# 182l Optiwhite tank "Sherpas way home"



## -serok- (25 Oct 2015)

Hi there!

Summer has come to an end, so the new season has started for me 

Last weekend I've started to set up a new layout in my 182l optiwhite tank, size is 90x45x45cm.

Hardscape is Ohko stone (ca. 70kg of it), substrate is Dennerle soil and bright sand. The plants will come next week, in all probability HCC, Riccardia, Eleocharis purvula or other, shallow growing plants.

Here is the first pic of the finished hardscape. Hope you like it


----------



## Nelson (25 Oct 2015)

Excellent .


----------



## osullivanmichael2 (25 Oct 2015)

Wow, looks class !!! 

Love the sense of scale, looks like a huge mountain range in the alps during the tour when the helicopters do their "dramatic footage" looks fab


----------



## Andy D (25 Oct 2015)

Looks great!


----------



## Paul Kettless (25 Oct 2015)

Will follow this one with interest


----------



## Bacms (26 Oct 2015)

Awesome hardscape


----------



## -serok- (26 Oct 2015)

Hi guys!

Thank you very much for your feedback! I'll report about the development of this layout


----------



## Ryan Thang To (26 Oct 2015)

amazing hardscape. nice one

cheers
ryan


----------



## Dantrasy (27 Oct 2015)

Very cool indeed! Although I'd like to see a pic without the big rock front top left. My eye keeps getting dragged toward that big rock for some reason. 

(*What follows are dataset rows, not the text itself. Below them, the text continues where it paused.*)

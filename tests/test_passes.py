"""The pass engine (issue 10): any task split, chunk size and arrival order gives the same bytes.

Property tests (hypothesis, seeded) on tiny DCD trajectories written on the fly, with the
atoms' Cartesian coordinates as features, so the direct numpy reference is plain
arithmetic on the coordinates mdtraj loads; plus the reduction tree, the frame keys and the
raw reader on their own.
"""

import tempfile
from pathlib import Path

import mdtraj as md
import numpy as np
import pytest
from hypothesis import HealthCheck, given, settings
from hypothesis import strategies as st

from cvdesign import InputError, Source
from cvdesign.parallel import ProcessExecutor
from cvdesign.passes import (BlockPass, CardPass, CoordinateFeaturizer, FoldMomentsPass, Folds,
                             HistogramPass, LaggedPass, LagGridPass, Leaf, PoolFeaturizer,
                             ScreeningPass, Task, TreeReducer, frame_keys, group_rows,
                             plan_tasks, reference_features, run_pass)
from cvdesign.passes.keys import SegmentLayout
from cvdesign.passes.read import read_chunks
from cvdesign.pool import build_pool
from cvdesign.testbed.host_guest import write_host_guest

SETTINGS = settings(max_examples=30, deadline=None, derandomize=True, database=None,
                    suppress_health_check=[HealthCheck.too_slow])
ATOMS = np.array([0, 2])
N_BINS = 7
CARD_COLUMNS = [5, 0, 3]  # the score card's sums on some features, in another order
GRID = (1, 2, 4)  # lags of the LagGridPass (every segment)


def _topology(n_atoms=3):
    top = md.Topology()
    res = top.add_residue("TOY", top.add_chain())
    for i in range(n_atoms):
        top.add_atom(f"C{i}", md.element.carbon, res)
    return top


def _write(path, xyz, box=None, time=None):
    """Write coordinates (nm) with mdtraj, format from the suffix; `box` as edge lengths."""
    traj = md.Trajectory(np.asarray(xyz, dtype=np.float32), _topology(xyz.shape[1]),
                         time=time)
    if box is not None:
        traj.unitcell_lengths = np.asarray(box, dtype=np.float32)
        traj.unitcell_angles = np.full_like(traj.unitcell_lengths, 90.0)
    traj.save(str(path))
    return str(path)


def _block_sums(z, key):
    """Additive block sums for the tests: rows and column sums (module level: it pickles)."""
    return {"n": np.array([z.shape[0]], dtype=np.float64), "s1": z.sum(axis=0)}


# ---------------------------------------------------------------------------- scenarios
@st.composite
def scenarios(draw):
    segments = []
    for _ in range(draw(st.integers(1, 3))):
        n_file = draw(st.integers(1, 30))
        if draw(st.booleans()):
            labels = draw(st.lists(st.sampled_from([None, "a", "b"]), min_size=n_file,
                                   max_size=n_file))
            if all(x is None for x in labels):
                labels[draw(st.integers(0, n_file - 1))] = "a"
            segments.append({"n": n_file, "labels": labels})
        else:
            start = draw(st.one_of(st.none(), st.integers(0, n_file - 1)))
            stop = draw(st.one_of(st.none(), st.integers((start or 0) + 1, n_file + 4)))
            segments.append({"n": n_file, "state": draw(st.sampled_from(["a", "b"])),
                             "start": start, "stop": stop})
    n = len(segments)
    return {
        "segments": segments,
        "leaf": draw(st.integers(1, 9)),
        "lags": {i: draw(st.one_of(st.none(), st.integers(1, 5))) for i in range(n)},
        "n_folds": draw(st.integers(1, 3)),
        "fold_mode": draw(st.sampled_from(["block", "trajectory"])),
        "block": draw(st.one_of(st.none(), st.integers(1, 7))),
        "chunk": draw(st.integers(1, 13)),
        "within_fold": draw(st.booleans()),
        "within_block": draw(st.booleans()),
        "box": draw(st.booleans()),
        "seed": draw(st.integers(0, 2**31 - 1)),
    }


def _build(sc, tmp):
    """Write the scenario's files; return (source, {path: coordinates as mdtraj loads them})."""
    rng = np.random.default_rng(sc["seed"])
    top = _topology()
    src = Source(top)
    loaded = {}
    for i, seg in enumerate(sc["segments"]):
        xyz = rng.normal(2.0, 0.5, size=(seg["n"], 3, 3))
        box = np.tile([5.0, 6.0, 7.0], (seg["n"], 1)) + rng.uniform(0, 0.1, (seg["n"], 3)) \
            if sc["box"] else None
        path = _write(Path(tmp) / f"s{i}.dcd", xyz, box)
        loaded[path] = md.load(path, top=top)
        if "labels" in seg:
            src.add_labelled(path, seg["labels"])
        else:
            src.add(path, seg["state"], frames=None if seg["start"] is None and seg["stop"] is None
                    else (seg["start"], seg["stop"]))
    return src, loaded


def _folds(sc, src):
    if sc["fold_mode"] == "block":
        return Folds(sc["n_folds"])
    rng = np.random.default_rng(sc["seed"] + 1)
    mapping = {(s, str(seg.path)): int(rng.integers(0, sc["n_folds"]))
               for s in range(src.n_states) for seg in src.segments}
    return Folds(sc["n_folds"], "trajectory", mapping)


def _card_run_means(shift):
    """Run means of the score card's within-run sums: given for segment 0's runs (the others
    fall back to the center)."""
    return {(0, s): shift[CARD_COLUMNS] + 0.25 * (s + 1) for s in (0, 1)}


def _card_pass(sc, featurizer, shift):
    lo, hi = np.full(6, 0.5), np.full(6, 3.5)
    return CardPass(featurizer, center=shift[CARD_COLUMNS], low=lo[CARD_COLUMNS],
                    high=hi[CARD_COLUMNS], n_bins=N_BINS, block_frames=sc["block"],
                    lags=sc["lags"], run_means=_card_run_means(shift), columns=CARD_COLUMNS)


def _passes(sc, src, featurizer, shift):
    folds = _folds(sc, src)
    lo, hi = np.full(6, 0.5), np.full(6, 3.5)
    return (ScreeningPass(featurizer, lags=sc["lags"], shift=shift),
            FoldMomentsPass(featurizer, folds),
            LaggedPass(featurizer, sc["lags"], shift=shift, folds=folds,
                       within_fold=sc["within_fold"]),
            LaggedPass(featurizer, sc["lags"], shift=shift[[4, 1]], diagonal=True,
                       columns=[4, 1]),
            HistogramPass(featurizer, lo, hi, n_bins=N_BINS),
            BlockPass(featurizer, folds=folds, block_frames=sc["block"], lags=sc["lags"],
                      pairs_within_block=sc["within_block"], sums=_block_sums,
                      center=shift, scale=np.full(6, 2.0)),
            _card_pass(sc, featurizer, shift),
            LagGridPass(featurizer, GRID, shift=shift[[2, 5]], columns=[2, 5]))


# ---------------------------------------------------------------------------- direct reference
def _direct_frames(sc, src, loaded):
    """Per segment: (frames, state codes, features) of the frames that belong to a state,
    worked out from the scenario itself (not through the engine's keys)."""
    out = []
    for seg, spec in zip(src.segments, sc["segments"]):
        n = spec["n"]
        if "labels" in spec:
            codes = np.array([-1 if x is None else src.states.index(x) for x in spec["labels"]])
        else:
            codes = np.full(n, -1)
            lo = spec["start"] or 0
            hi = n if spec["stop"] is None else min(spec["stop"], n)
            codes[lo:hi] = src.states.index(spec["state"])
        x = loaded[str(seg.path)].xyz[:, ATOMS].reshape(n, -1).astype(np.float64)
        frames = np.flatnonzero(codes >= 0)
        out.append((frames, codes, x))
    return out


def _direct_keys(sc, src, frames, codes, folds, si):
    """Rank, fold and block of each selected frame, by counting frame after frame."""
    counts = {s: int((codes == s).sum()) for s in range(src.n_states)}
    seen, fold_seen = {}, {}
    rank, fold, block = {}, {}, {}
    for t in frames:
        s = int(codes[t])
        r = seen.get(s, 0)
        seen[s] = r + 1
        if folds.mode == "block":
            k = r * folds.n_folds // counts[s]
        else:
            k = folds.file_fold[(s, str(src.segments[si].path))]
        q = fold_seen.get((s, k), 0)
        fold_seen[(s, k)] = q + 1
        rank[t], fold[t] = r, k
        block[t] = 0 if sc["block"] is None else q // sc["block"]
    return rank, fold, block
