FUNNEL_CASES = [
    ("out-exists-without-force",
     lambda c: (c.existing("funnel.json"), c.argv())[1],
     r"--out '.*funnel\.json' already exists; choose another name, or pass --force"),
    ("out-is-the-topology",
     lambda c: c.argv("--force", out=c.data.topology),
     r"--out '.*host_guest\.pdb' is one of the input files; writing it would replace"),
    ("out-is-a-trajectory",
     lambda c: c.argv("--force", out=c.data.paths[1]),
     r"--out '.*bound-2\.xtc' is one of the input files; writing it would replace"),
    ("out-is-the-plot",
     lambda c: c.argv("--plot", str(c.out), "--force"),
     r"--plot '.*funnel\.json' is the same file as --out"),
    ("out-is-a-directory",
     lambda c: c.argv(out=c.out_dir),
     r"--out '.*' is a directory; give a file name"),
    ("out-in-missing-directory",
     lambda c: c.argv(out=c.out_dir / "missing" / "funnel.json"),
     r"the directory of --out '.*missing/funnel\.json' \('.*missing'\) does not exist"),
    ("out-in-unwritable-directory",
     lambda c: _unwritable(c, "--out"),
     r"cannot write --out '.*funnel\.json': the directory '.*' is not writable"),
    ("plot-exists-without-force",
     lambda c: (c.existing("f.png"), c.argv("--plot", str(c.out_dir / "f.png")))[1],
     r"--plot '.*f\.png' already exists; choose another name, or pass --force"),
    ("plot-is-the-topology",
     lambda c: c.argv("--plot", c.data.topology, "--force"),
     r"--plot '.*host_guest\.pdb' is one of the input files"),
    ("plot-in-missing-directory",
     lambda c: c.argv("--plot", str(c.out_dir / "missing" / "f.png")),
     r"the directory of --plot '.*missing/f\.png' .* does not exist"),
    ("plot-in-unwritable-directory",
     lambda c: _unwritable(c, "--plot"),
     r"cannot write --plot '.*funnel\.png': the directory '.*' is not writable"),
    ("plot-unknown-extension",
     lambda c: (pytest.importorskip("matplotlib"), c.argv("--plot", str(c.out_dir / "f.xyz")))[1],
     r"--plot '.*f\.xyz': unknown image extension \.xyz; use one of .*\.png"),
    ("plot-without-extension",
     lambda c: (pytest.importorskip("matplotlib"), c.argv("--plot", str(c.out_dir / "f")))[1],
     r"--plot '.*f': unknown image extension \(none\)"),
    ("plot-without-matplotlib",
     _no_mpl,
     r"--plot needs matplotlib, a dependency of cvdesign that is missing here; reinstall"),
    ("report-exists-without-force",
     lambda c: (c.existing("funnel-report.html"), c.argv())[1],
     r"the report \(funnel-report\.html, beside --out; see --no-report\) "
     r"'.*funnel-report\.html' already exists; choose another name, or pass --force"),
    ("plot-write-fails",
     _failing_plot,
     r"cannot write the output \(No space left on device\); nothing was written"),
    ("exit-point-nan",
     lambda c: c.argv("--exit-point", "nan", "0", "1"),
     r"--exit-point nan 0\.0 1\.0: give three finite coordinates in nm"),
    ("exit-point-infinite",
     lambda c: c.argv("--exit-point", "0", "inf", "1"),
     r"--exit-point 0\.0 inf 1\.0: give three finite coordinates in nm"),
    ("exit-point-at-pocket-centre",
     lambda c: c.argv("--exit-point", *(repr(float(v)) for v in c.pocket_centre())),
     r"the exit point \[.*\] nm lies 0\.0000 nm from the pocket centre of the first bound "
     r"frame \[.*\] nm \(closer than 0\.05 nm\), so it defines no direction"),
    ("exit-point-beyond-half-the-box",
     lambda c: c.argv("--exit-point", *(repr(float(v)) for v in c.pocket_centre() + [0, 0, 1.7]),
                      bound=[c.with_box(3.0)]),
     r"the exit point \(exit_point, --exit-point on the command line\) \[.*\] nm lies "
     r"1\.7000 nm from the pocket centre of the first bound frame \[.*\] nm, more than half "
     r"the smallest box height of that frame \(1\.5000 nm\): under periodic images its "
     r"direction from the pocket is ambiguous .*; give a point within 1\.5000 nm of that "
     r"pocket centre"),
    ("nan-pocket-coordinates",
     lambda c: c.argv(bound=[c.data.paths[0], c.with_nan(frame=3, atom=5)]),
     r"trajectory '.*nan\.dcd' frame 3 has a NaN or infinite coordinate for atom 5 "
     r"\(HST1-L5\)"),
    ("nan-ligand-coordinates",
     lambda c: c.argv(bound=[c.with_nan(frame=7, atom=14)]),
     r"trajectory '.*nan\.dcd' frame 7 has a NaN or infinite coordinate for atom 14 "
     r"\(GST2-G2\)"),
    ("pocket-without-orientation",
     lambda c: [a if a != c.data.pocket_selection else "name CB or name L1"
                for a in c.argv()],
     r"the pocket \(2 atoms\) does not fix an orientation in the first frame"),
    ("pocket-on-a-line-in-a-later-frame",
     lambda c: c.argv(bound=[c.data.paths[0], c.with_flat_pocket(frame=17)]),
     r"trajectory '.*flat\.dcd', pocket atoms: the points of frame 17 lie \(nearly\) on one "
     r"line \(or coincide\); their rotation onto the reference is not determined"),
    ("one-bound-frame",
     lambda c: c.argv(bound=[c.data.topology]),
     r"funnel sizing from 1 bound frame\(s\): the margins come from the ligand's "
     r"fluctuations"),
    ("k-wall-not-positive",
     lambda c: c.argv("--k-wall", "0"),
     r"--k-wall 0\.0 must be a positive force constant in kJ/mol/nm\^2"),
    ("bias-for-a-trajectory-not-bound",
     lambda c: c.argv("--bias-energy", c.data.paths[1], c.bias_file(40),
                      bound=[c.data.paths[0]]),
     r"--bias-energy .*bound-2\.xtc .*b\.txt: trajectory '.*bound-2\.xtc' is not given with "
     r"--bound; pair each biased run of --bound with its bias-energy file"),
    ("bias-without-temperature",
     lambda c: c.argv("--bias-energy", c.data.paths[0], c.bias_file(40), "NO-TEMPERATURE"),
     r"--bias-energy needs --temperature K, the temperature the biased runs were simulated "
     r"at: their frames are reweighted by exp\(V/kT\) at it, so it has no default; give it"),
    ("bias-file-too-short",
     lambda c: c.argv("--bias-energy", c.data.paths[0], c.bias_file(10)),
     r"bias-energy file '.*b\.txt' holds 10 bias energies, but trajectory '.*bound-1\.xtc' "
     r"has 40 frames; give one bias energy per frame"),
    ("bias-unknown-column",
     lambda c: c.argv("--bias-energy", c.data.paths[0], c.bias_file(40), "--bias-column",
                      "energy"),
     r"bias-energy file '.*b\.txt' has no column named 'energy'; its columns are \('bias'\)"),
    ("bias-column-without-bias-energy",
     lambda c: c.argv("--bias-column", "2"),
     r"--bias-column goes with --bias-energy TRAJ FILE"),
    ("temperature-without-bias-energy",
     lambda c: c.argv("--temperature", "300"),
     r"--temperature goes with --bias-energy TRAJ FILE in funnel: it is the temperature the "
     r"biased runs are reweighted at, and unbiased runs need none; leave it out"),
    ("bias-temperature-not-positive",
     lambda c: c.argv("--bias-energy", c.data.paths[0], c.bias_file(40), "--temperature", "-3"),
     r"argument --temperature: '-3' must be"),
    ("workers-not-positive",
     lambda c: c.argv("--workers", "0"),
     r"argument --workers: '0' must be at least 1"),
    ("workers-and-scheduler",
     lambda c: c.argv("--workers", "2", "--scheduler", "tcp://127.0.0.1:8786"),
     r"argument --scheduler: not allowed with argument --workers"),
]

The other big rock right of center is just perfect!


----------



## JBronsveld (27 Oct 2015)

Love the hardscape!


----------



## -serok- (27 Oct 2015)

Hi there!

Thanks for your feedback!

@Dantrasy 
I'm really sorry, but the stone in the upper left corner is glued with the stones around it. So I can't take it out. But I've allready arranged some small stones around that big one that it doesn't look that noticeable. You'll see at the next update


----------



## -serok- (9 Nov 2015)

Hi there!

Drystart is running for 10 days now and the tank is evolving very nicely.

Used plants are:
- HCC
- Monte Carlo
- Riccardia spec.
- Fissidens fontanus
- Crepidomanes malabaricum
- Bucephalandra (only small leafy plants)
- Anubia bonsai "Mini" (?)
- Cryptocoryne "Hobbit"


----------



## Bacms (9 Nov 2015)

Looking very good indeed. The MC has almost completely filled in already incredible


----------



## REDSTEVEO (9 Nov 2015)

This is looking the absolute business

Scale is awesome. Are you planning to keep this as a 'fishless' tank because it will be hard to decide what fish you are having and still keep everything in perspective with the scale. 
Steve


----------



## -serok- (9 Nov 2015)

Hi there!

Thanks a lot!

@REDSTEVEO
Of course do I want to retain the scale. I'm planing to keep very tiny fishes, something like Borara uroptalmoides or B.brigittae. There will also be shrimps, but very unobtrusive ones. Probably Caridina simoni simoni.


----------



## REDSTEVEO (9 Nov 2015)

Hi Andy,

I just spent some time having a good look at this tank again and you know what? I would be tempted to only half fill it, or maybe two thirds full, and leave all the peaks of the rocks exposed. This for me would give a greater perspective of scale, like mountains rising out of the sea or a lake. You would also get to experiment with other smaller plants emersed above the water level.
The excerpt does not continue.